= PROBLEM =
Only one stretch of the data below should be repeated: the lines from the line containing "if (_method == FrictionMethod.ColebrookWhite)" through the line containing "return (ExplicitFriction.Evaluate(_method, _reynolds", inclusive, exactly as they are.
RECORDS SHOWN: Begin
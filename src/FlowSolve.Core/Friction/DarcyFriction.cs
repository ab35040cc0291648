using FlowSolve.Core.Numerics;

namespace FlowSolve.Core.Friction;

/// <summary>Regime limits for <see cref="DarcyFriction"/>.</summary>
/// <param name="LaminarLimit">Below this Reynolds number flow is laminar (2000: common practice).</param>
/// <param name="TurbulentLimit">At or above this Reynolds number flow is turbulent (4000: common practice).</param>
public readonly record struct FrictionOptions(double LaminarLimit, double TurbulentLimit)
{
    /// <summary>2000 and 4000 (common practice).</summary>
    public static FrictionOptions Default { get; } = new(2000, 4000);
}

/// <summary>A Darcy friction factor with the record of how it was obtained.</summary>
/// <remarks>The derivative df/dRe is computed when read, so the callers that want only the factor (head loss, the
/// friction endpoint) do not pay for it.</remarks>
public readonly struct FrictionResult
{
    private readonly double _reynolds, _relativeRoughness;
    private readonly FrictionMethod _method;

    internal FrictionResult(double frictionFactor, FlowRegime regime, string relation, int iterations, double residual,
        SolveStatus status, FrictionWarnings warnings, double reynolds, double relativeRoughness, FrictionMethod method)
    {
        FrictionFactor = frictionFactor;
        Regime = regime;
        Relation = relation;
        Iterations = iterations;
        Residual = residual;
        Status = status;
        Warnings = warnings;
        _reynolds = reynolds;
        _relativeRoughness = relativeRoughness;
        _method = method;
    }

    /// <summary>Darcy friction factor f (dimensionless).</summary>
    public double FrictionFactor { get; }

    /// <summary>The regime that chose the relation.</summary>
    public FlowRegime Regime { get; }

    /// <summary>The relation actually used: <c>laminar</c> (64/Re), or a <see cref="FrictionMethodInfo.Code"/>.</summary>
    public string Relation { get; }

    /// <summary>Solver steps (0 for explicit relations).</summary>
    public int Iterations { get; }

    /// <summary>Colebrook-White residual in 1/sqrt(f) for the exact solve; 0 for explicit relations.</summary>
    public double Residual { get; }

    /// <summary>Solver status; <see cref="SolveStatus.ClosedForm"/> for the laminar law and the explicit relations, which
    /// involve no iteration and are exact by definition.</summary>
    public SolveStatus Status { get; }

    /// <summary>Warning flags.</summary>
    public FrictionWarnings Warnings { get; }

    /// <summary>True when the relation's value is trustworthy as a solve (always true for explicit relations).</summary>
    public bool Converged => Status.IsConverged();

    /// <summary>The Colebrook-White residual in 1/sqrt(f) at the returned factor itself, as a reviewer checks it;
    /// 0 for the laminar law and the explicit relations. (<see cref="Residual"/> is the solver's, at the last evaluated
    /// iterate, one predicted Newton step earlier: reading it costs nothing on the hot path, this costs a logarithm.)</summary>
    public double ResidualAtAnswer => Relation == FrictionMethodInfo.ColebrookWhite.Code
        ? ColebrookWhite.Residual(FrictionFactor, _reynolds, _relativeRoughness)
        : 0.0;

    /// <summary>The published range of the relation used beside the inputs (allocates): the laminar law's limit; the
    /// all-regime range of Churchill (or the transition zone's); otherwise the method's Reynolds and relative-roughness
    /// ranges with their provenance.</summary>
    /// <param name="options">The regime limits the factor was computed with.</param>
    public IReadOnlyList<ValidityCheck> Validity(FrictionOptions options)
    {
        if (Relation == DarcyFriction.LaminarRelation)
            return [new ValidityCheck("laminar", "Hagen-Poiseuille law; laminar limit as configured (common practice)",
                "reynolds", 0, options.LaminarLimit, _reynolds)];
        FrictionMethodInfo.TryParse(Relation, out var info);
        string source = info.SourceAndRange;
        var reynolds = Regime == FlowRegime.Transitional || (info.Method == FrictionMethod.Churchill && Regime != FlowRegime.Turbulent)
            ? new ValidityCheck(info.Code, info.SourceAndRange + " (all regimes)", "reynolds", 0, double.PositiveInfinity, _reynolds)
            : new ValidityCheck(info.Code, source, "reynolds", info.ReynoldsMinimum, info.ReynoldsMaximum, _reynolds);
        return [reynolds, new ValidityCheck(info.Code, source, "relativeRoughness",
            info.RelativeRoughnessMinimum, info.RelativeRoughnessMaximum, _relativeRoughness)];
    }

    /// <summary>df/dRe of the relation used: analytic for the laminar law and Colebrook-White (implicit
    /// differentiation), a central difference (about 1e-10 relative) for the explicit formulas.</summary>
    public double DerivativeReynolds
    {
        get
        {
            if (Relation == DarcyFriction.LaminarRelation) return -FrictionFactor / _reynolds;
            if (_method == FrictionMethod.ColebrookWhite)
                return new ColebrookResult(FrictionFactor, Iterations, 0, Residual, Status, _reynolds, _relativeRoughness).DerivativeReynolds;
            double h = _reynolds * 1e-5;
            return (ExplicitFriction.Evaluate(_method, _reynolds + h, _relativeRoughness)
                  - ExplicitFriction.Evaluate(_method, _reynolds - h, _relativeRoughness)) / (2 * h);
        }
    }
}

/// <summary>
/// The Darcy friction factor in every regime: Hagen-Poiseuille f = 64/Re in laminar flow, Churchill (1977) in the
/// transition zone (with a warning: no relation is reliable there), and the chosen turbulent method above it
/// (exact Colebrook-White by default).
/// </summary>
public static class DarcyFriction
{
    /// <summary>The relation name for the laminar law.</summary>
    public const string LaminarRelation = "laminar";

    /// <summary>The smallest Reynolds number the service accepts: deep creeping flow (f = 64 000). Below it 64/Re
    /// loses meaning for pipe flow and the explicit formulas overflow.</summary>
    public const double MinimumReynolds = 1e-3;

    /// <summary>The largest Reynolds number accepted (far beyond any pipe; keeps the known bracket valid).</summary>
    public const double MaximumReynolds = 1e15;

    /// <summary>The published ranges of the relation the exact friction factor uses at a Reynolds number (the laminar law,
    /// Churchill in the transition zone, Colebrook-White above it) beside the inputs, without computing the factor: for
    /// callers that report the validity of a friction factor computed elsewhere. Any finite input is accepted.</summary>
    /// <param name="reynolds">Reynolds number.</param>
    /// <param name="relativeRoughness">Relative roughness e/D.</param>
    /// <param name="options">Regime limits.</param>
    public static IReadOnlyList<ValidityCheck> ValidityAt(double reynolds, double relativeRoughness, FrictionOptions options)
    {
        var (regime, relation, method) = reynolds < options.LaminarLimit ? (FlowRegime.Laminar, LaminarRelation, FrictionMethod.ColebrookWhite)
            : reynolds < options.TurbulentLimit ? (FlowRegime.Transitional, FrictionMethodInfo.Churchill.Code, FrictionMethod.Churchill)
            : (FlowRegime.Turbulent, FrictionMethodInfo.ColebrookWhite.Code, FrictionMethod.ColebrookWhite);
        return new FrictionResult(double.NaN, regime, relation, 0, 0.0, SolveStatus.ClosedForm, FrictionWarnings.None,
            reynolds, relativeRoughness, method).Validity(options);
    }

    /// <summary>Computes the friction factor.</summary>
    /// <param name="reynolds">Reynolds number; finite, positive, at most <see cref="MaximumReynolds"/>.</param>
    /// <param name="relativeRoughness">Relative roughness e/D in [0, 1).</param>
    /// <param name="method">The turbulent method; Churchill also applies in laminar and transitional flow.</param>
    /// <param name="options">Regime limits; <see cref="FrictionOptions.Default"/> when omitted.</param>
    /// <param name="trace">Optional per-iteration record of the Colebrook-White solve.</param>
    /// <exception cref="ArgumentOutOfRangeException">An argument is outside its domain.</exception>
    public static FrictionResult Compute(double reynolds, double relativeRoughness,
        FrictionMethod method = FrictionMethod.ColebrookWhite, FrictionOptions? options = null, SolverTrace? trace = null)
    {
        var limits = options ?? FrictionOptions.Default;
        if (!(reynolds > 0) || !(reynolds <= MaximumReynolds))
            throw new ArgumentOutOfRangeException(nameof(reynolds), reynolds, $"must be in (0, {MaximumReynolds:0e0}]");
        if (!(relativeRoughness >= 0) || !(relativeRoughness < 1))
            throw new ArgumentOutOfRangeException(nameof(relativeRoughness), relativeRoughness, "must be in [0, 1)");
        if (!(limits.LaminarLimit > 0) || !(limits.TurbulentLimit >= limits.LaminarLimit) || !double.IsFinite(limits.TurbulentLimit))
            throw new ArgumentOutOfRangeException(nameof(options), "need 0 < laminar limit <= turbulent limit");

        var warnings = FrictionWarnings.None;
        if (relativeRoughness > FrictionMethodInfo.ColebrookWhite.RelativeRoughnessMaximum)
            warnings |= FrictionWarnings.RelativeRoughnessAboveRange;

        if (method == FrictionMethod.Churchill)
        {
            // Churchill's single expression spans every regime, so it is used as asked even below the turbulent limit.
            var regime = reynolds < limits.LaminarLimit ? FlowRegime.Laminar
                : reynolds < limits.TurbulentLimit ? FlowRegime.Transitional : FlowRegime.Turbulent;
            if (regime == FlowRegime.Transitional) warnings |= FrictionWarnings.TransitionalFlow;
            if (reynolds > 1e8) warnings |= FrictionWarnings.ReynoldsAboveRange;
            return Explicit(FrictionMethodInfo.Churchill, reynolds, relativeRoughness, regime, warnings);
        }

        if (reynolds < limits.LaminarLimit)
        {
            if (method != FrictionMethod.ColebrookWhite) warnings |= FrictionWarnings.MethodNotApplicableInRegime;
            return new FrictionResult(64.0 / reynolds, FlowRegime.Laminar, LaminarRelation, 0, 0.0,
                SolveStatus.ClosedForm, warnings, reynolds, relativeRoughness, FrictionMethod.ColebrookWhite);
        }

        if (reynolds < limits.TurbulentLimit)
        {
            warnings |= FrictionWarnings.TransitionalFlow;
            if (method != FrictionMethod.ColebrookWhite) warnings |= FrictionWarnings.MethodNotApplicableInRegime;
            return Explicit(FrictionMethodInfo.Churchill, reynolds, relativeRoughness, FlowRegime.Transitional, warnings);
        }

        if (reynolds > FrictionMethodInfo.ColebrookWhite.ReynoldsMaximum) warnings |= FrictionWarnings.ReynoldsAboveRange;

        if (method == FrictionMethod.ColebrookWhite)
        {
            var exact = ColebrookWhite.Solve(reynolds, relativeRoughness, trace);
            if (!exact.Converged) warnings |= FrictionWarnings.NotConverged;
            return new FrictionResult(exact.FrictionFactor, FlowRegime.Turbulent, FrictionMethodInfo.ColebrookWhite.Code,
                exact.Iterations, exact.Residual, exact.Status, warnings, reynolds, relativeRoughness, FrictionMethod.ColebrookWhite);
        }

        return Explicit(FrictionMethodInfo.For(method), reynolds, relativeRoughness, FlowRegime.Turbulent, warnings);
    }

    /// <summary>The exact value in every regime: what explicit approximations are compared with.</summary>
    /// <param name="reynolds">Reynolds number.</param>
    /// <param name="relativeRoughness">Relative roughness e/D.</param>
    /// <param name="options">Regime limits.</param>
    public static FrictionResult Exact(double reynolds, double relativeRoughness, FrictionOptions? options = null) =>
        Compute(reynolds, relativeRoughness, FrictionMethod.ColebrookWhite, options);

    private static FrictionResult Explicit(FrictionMethodInfo info, double reynolds, double relativeRoughness,
        FlowRegime regime, FrictionWarnings warnings)
    {
        if (regime == FlowRegime.Turbulent && !info.InRange(reynolds, relativeRoughness))
            warnings |= FrictionWarnings.ApproximationOutOfRange;
        double f = ExplicitFriction.Evaluate(info.Method, reynolds, relativeRoughness);
        return new FrictionResult(f, regime, info.Code, 0, 0.0, SolveStatus.ClosedForm, warnings,
            reynolds, relativeRoughness, info.Method);
    }

    /// <summary>Expands warning flags into coded messages (allocates; for reports and the API, not the hot path).</summary>
    /// <param name="warnings">The flags.</param>
    /// <param name="reynolds">Reynolds number, quoted in the messages.</param>
    /// <param name="relativeRoughness">Relative roughness, quoted in the messages.</param>
    /// <param name="relation">The relation used, quoted in the messages.</param>
    /// <param name="options">Regime limits.</param>
    public static IReadOnlyList<CalculationWarning> Describe(FrictionWarnings warnings, double reynolds,
        double relativeRoughness, string relation, FrictionOptions? options = null)
    {
        var limits = options ?? FrictionOptions.Default;
        var list = new List<CalculationWarning>();
        var c = System.Globalization.CultureInfo.InvariantCulture;
        if (warnings.HasFlag(FrictionWarnings.TransitionalFlow))
            list.Add(new("transitional-flow", string.Format(c,
                "Reynolds number {0:G6} lies in the transition zone ({1:G4} to {2:G4}), where flow may be laminar or turbulent " +
                "and no relation is reliable; the value is Churchill's (1977) interpolation. Design for the worse case.",
                reynolds, limits.LaminarLimit, limits.TurbulentLimit)));
        if (warnings.HasFlag(FrictionWarnings.ReynoldsAboveRange))
            list.Add(new("reynolds-above-range", string.Format(c,
                "Reynolds number {0:G6} is above 1e8, the top of Colebrook-White's stated range; the value is an extrapolation.", reynolds)));
        if (warnings.HasFlag(FrictionWarnings.RelativeRoughnessAboveRange))
            list.Add(new("relative-roughness-above-range", string.Format(c,
                "Relative roughness {0:G6} is above 0.05, the top of Colebrook-White's stated range; the value is an extrapolation.", relativeRoughness)));
        if (warnings.HasFlag(FrictionWarnings.ApproximationOutOfRange))
        {
            FrictionMethodInfo.TryParse(relation, out var info);
            list.Add(new("approximation-out-of-range", string.Format(c,
                "The inputs are outside {0}'s stated range (Re {1:G3} to {2:G3}, e/D {3:G3} to {4:G3}); compare with the exact value.",
                relation, info.ReynoldsMinimum, info.ReynoldsMaximum, info.RelativeRoughnessMinimum, info.RelativeRoughnessMaximum)));
        }
        if (warnings.HasFlag(FrictionWarnings.MethodNotApplicableInRegime))
            list.Add(new("method-not-applicable", string.Format(c,
                "The requested method is a turbulent-flow approximation; at Reynolds number {0:G6} the value comes from {1}.", reynolds, relation)));
        if (warnings.HasFlag(FrictionWarnings.NotConverged))
            list.Add(new("not-converged", "The Colebrook-White solve did not converge; the value is the best iterate and must not be used."));
        return list;
    }
}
RECORDS SHOWN: End
= SOLUTION TO THIS PROBLEM =
            if (_method == FrictionMethod.ColebrookWhite)
                return new ColebrookResult(FrictionFactor, Iterations, 0, Residual, Status, _reynolds, _relativeRoughness).DerivativeReynolds;
            double h = _reynolds * 1e-5;
            return (ExplicitFriction.Evaluate(_method, _reynolds + h, _relativeRoughness)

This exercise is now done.